Nach Art. 127 Abs. 2 BV sind die Grundsätze der Allgemeinheit und Gleichmässigkeit der Besteuerung sowie der Grundsatz der Besteuerung nach der wirtschaftlichen Leistungsfähigkeit bei der Ausgestaltung der Steuern zu beachten, "soweit es die Art der Steuer zulässt". Der Vorbehalt der Steuerart betrifft die Anwendbarkeit der Besteuerungsgrundsätze auf die indirekten Steuern, die in der Lehre umstritten ist8. Als unklar muss auch das Verhältnis von Wirtschaftsfreiheit und Mehrwertsteuer bezeichnet werden.

In letzter Zeit allerdings wurden die Besteuerungsgrundsätze in der Lehre vermehrt auf die Mehrwertsteuer angewandt9, indem der Sinngehalt der Besteuerungsgrundsätze dem Charakter der Mehrwertsteuer angenähert wurde. Andere Autoren10 lassen die allgemeinen Besteuerungsgrundsätze unberücksichtigt und messen die Mehrwertsteuer bloss an deren besonderem Charakter, dem Verbrauchssteuerprinzip11, sowie den spezifischen Grundsätzen der Wettbewerbsneutralität mit Anrechenbarkeit der Vorsteuer sowie unter Berücksichtigung der Überwälzbarkeit und der Erhebungswirtschaftlichkeit12 und am Massstab der Europakonformität.

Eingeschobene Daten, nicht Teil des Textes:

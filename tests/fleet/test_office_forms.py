"""Forms of the office: what is wrong is said at its field, nothing is stored, nothing breaks."""

from __future__ import annotations

from typing import Any

import pytest
from django.test import Client

from fleet.models import Book, Component, FailureMode, Module, ModuleType, Part, Person, Placement, Position, Site
from tests import factories as make

pytestmark = pytest.mark.django_db
LONG = "x" * 10_000
ROTTEN = [LONG, "nul\0byte", "=1+1", "-1", "1e999", "2026-02-30", "31.12.2026", "९", "<script>", " "]


@pytest.fixture
def world(client: Client) -> make.Carriage:
    carriage = make.Carriage()
    make.make_book()
    client.force_login(carriage.manager)
    return carriage


def forms_of(world: make.Carriage) -> dict[str, dict[str, Any]]:
    """Every form of the office with a right entry."""
    elsewhere = make.make_site()
    return {
        "/sites/new/": {"code": "POND", "kind": "field"},
        "/modules/new/": {"code": "BC-9", "type": world.type.code},
        "/modules/place/": {"module": world.module.code, "site": elsewhere.code, "from_on": "2026-01-05"},
        "/catalogue/components/new/": {"code": "SAIL", "clock": "days"},
        f"/catalogue/components/{world.nuts.code}/modes/new/": {"code": "TORN"},
        "/catalogue/types/new/": {"code": "KITE"},
        f"/catalogue/types/{world.type.code}/positions/new/": {"code": "P-9", "component": world.nuts.code, "order": 1},
        "/catalogue/parts/new/": {
            "code": "S-9",
            "component": world.nuts.code,
            "state": "current",
            "pack": 1,
            "minimum": 0,
        },
        "/people/new/": {"code": "ROSA", "name": "Rosa", "role": "crew", "sites": [world.site.code], "is_active": "on"},
    }


def counts() -> list[int]:
    models = (Site, Module, Placement, Component, FailureMode, ModuleType, Position, Part, Person, Book)
    return [model.objects.count() for model in models]


def test_a_right_entry_is_stored(client: Client, world: make.Carriage) -> None:
    for address, entry in forms_of(world).items():
        before = counts()
        answer = client.post(address, entry)
        assert answer.status_code == 302, (address, answer.content.decode()[-3000:])
        assert sum(counts()) == sum(before) + 1, address


def test_every_field_takes_rotten_input_as_an_error_in_words(client: Client, world: make.Carriage) -> None:
    for address, entry in forms_of(world).items():
        fields = client.get(address).context["form"].fields
        for name in fields:
            for rotten in ROTTEN:
                before = counts()
                answer = client.post(address, {**entry, name: rotten})
                assert answer.status_code in {302, 422}, (address, name, rotten[:20])
                if answer.status_code == 422:
                    assert counts() == before, (address, name, rotten[:20])
                    assert answer.context["form"].errors, (address, name, rotten[:20])
                elif sum(counts()) > sum(before):
                    entry = {**entry, "code": f"C-{make.number()}"} if "code" in entry else entry


def test_an_empty_form_names_what_is_missing(client: Client, world: make.Carriage) -> None:
    for address in forms_of(world):
        answer = client.post(address, {})
        assert answer.status_code == 422, address
        assert answer.context["form"].errors, address


def test_a_code_that_exists_is_refused(client: Client, world: make.Carriage) -> None:
    answer = client.post("/sites/new/", {"code": world.site.code.lower(), "kind": "field"})
    assert answer.status_code == 422
    assert "code" in answer.context["form"].errors


def test_who_edits_an_older_version_is_told_what_changed(client: Client, world: make.Carriage) -> None:
    address = f"/sites/{world.site.code}/edit/"
    opened = client.get(address).context["form"]
    entry = {"code": world.site.code, "kind": "field", "zone": "Europe/Lisbon", "version": opened["version"].value()}
    assert client.post(address, {**entry, "name": "Old lock"}).status_code == 302
    answer = client.post(address, {**entry, "name": "New lock"})
    assert answer.status_code == 422
    assert "since you opened it" in answer.content.decode()
    world.site.refresh_from_db()
    assert world.site.name == "Old lock"


def test_history_tells_old_and_new_and_who(client: Client, world: make.Carriage) -> None:
    address = f"/sites/{world.site.code}/edit/"
    client.post(address, {"code": world.site.code, "kind": "field", "zone": "UTC", "name": "Old lock", "version": 1})
    page = client.get("/history/?kind=site").content.decode()
    assert "Old lock" in page
    assert world.manager.name in page
    assert "browser" in page


def test_nobody_hands_themselves_the_link_of_somebody_who_may_more(client: Client, world: make.Carriage) -> None:
    """Whoever opens the link chooses the password, and signs in as that person."""
    root = make.make_person(role="administrator")
    nils = make.make_person(role="manager", sites=[world.site])
    stranger = make.make_person(role="crew", sites=[make.make_site()])
    for by, person, given in (
        (world.manager, root, False), (nils, world.manager, False), (nils, stranger, False), (nils, root, False),
        (nils, world.crew, True), (root, world.manager, True), (world.manager, stranger, True),
    ):  # fmt: skip
        client.force_login(by)
        shown = client.get(f"/people/{person.code}/edit/").content.decode()
        answer = client.post(f"/people/{person.code}/link/", follow=True).content.decode()
        told = ("Make a password link" in shown, "Whoever opens it chooses the password" in answer)
        assert told == (given, given), (by.role, person.role)


def test_a_manager_can_hand_over_a_link_and_sign_somebody_out(client: Client, world: make.Carriage) -> None:
    page = client.post(f"/people/{world.crew.code}/link/").content.decode()
    assert "/password/" in page
    phone = Client()
    phone.force_login(world.crew)
    assert phone.get("/").status_code == 200
    client.post(f"/people/{world.crew.code}/sign-out/")
    assert phone.get("/").status_code == 302


@pytest.mark.parametrize("version", ["", "0", "2", "2147483648", "9" * 40, "²", "one"])
def test_an_edit_says_which_state_it_was_opened_in(client: Client, world: make.Carriage, version: str) -> None:
    address = f"/sites/{world.site.code}/edit/"
    entry = {"code": world.site.code, "kind": "field", "zone": "Europe/Lisbon", "name": "Old lock"}
    for said in (entry, {**entry, "version": version}):
        answer = client.post(address, said)
        assert answer.status_code == 422
        assert "Open it again" in answer.content.decode()
    world.site.refresh_from_db()
    assert world.site.name != "Old lock"


def test_a_correction_and_a_strike_out_say_which_state_they_were_opened_in(
    client: Client, world: make.Carriage
) -> None:
    fitting = world.fit()
    for verb in ("correct", "strike-out"):
        address = f"/{verb}/fitting/{fitting.pk}/"
        opened = client.get(address).context["form"]
        shown = {name: "" if (said := opened[name].value()) is None else said for name in opened.fields}
        for version in ("", fitting.version + 1):
            answer = client.post(address, {**shown, "lot": "L-1", "reason": "read again", "version": version})
            assert answer.status_code == 422, verb
            assert "Open it again" in answer.content.decode(), (verb, answer.context["form"].errors)
    fitting.refresh_from_db()
    assert (fitting.lot, fitting.struck_out) == ("", "")


def test_who_places_a_module_into_a_taken_bay_is_told_who_stands_there(client: Client, world: make.Carriage) -> None:
    there = make.make_site(name="Withy Lock")
    other = make.Carriage(code="KM-8", site=there)
    Placement.objects.filter(module=other.module).update(bay="B-6")
    entry = {"module": world.module.code, "site": there.code, "bay": "B-6", "from_on": "2026-01-05"}
    told = client.post("/modules/place/", entry, follow=True).content.decode()
    assert "the stay at Withy Lock since 5\u00a0January 2026, bay B-6, where KM-8 stands too on record" in told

Die Anwendung der allgemeinen Besteuerungsgrundsätze auf die Mehrwertsteuer ist im Interesse der Rechtssicherheit und im Interesse der Einheit der Rechtsordnung zu begrüssen. Die allgemeinen Besteuerungsgrundsätze sind in jahrzehntelanger Bearbeitung durch Doktrin und Rechtsprechung verfeinert und verfestigt worden und vermögen daher den jüngeren, für die Mehrwertsteuer spezifischen Prinzipien schärfere Konturen zu verleihen. Kritisch zu hinterfragen ist allerdings die Anwendung der allgemeinen Besteuerungsgrundsätze dort, wo den Besteuerungsgrundsätzen nach dem besonderen Charakter der Mehrwertsteuer unterschiedliche Sinngehalte zugedacht werden können.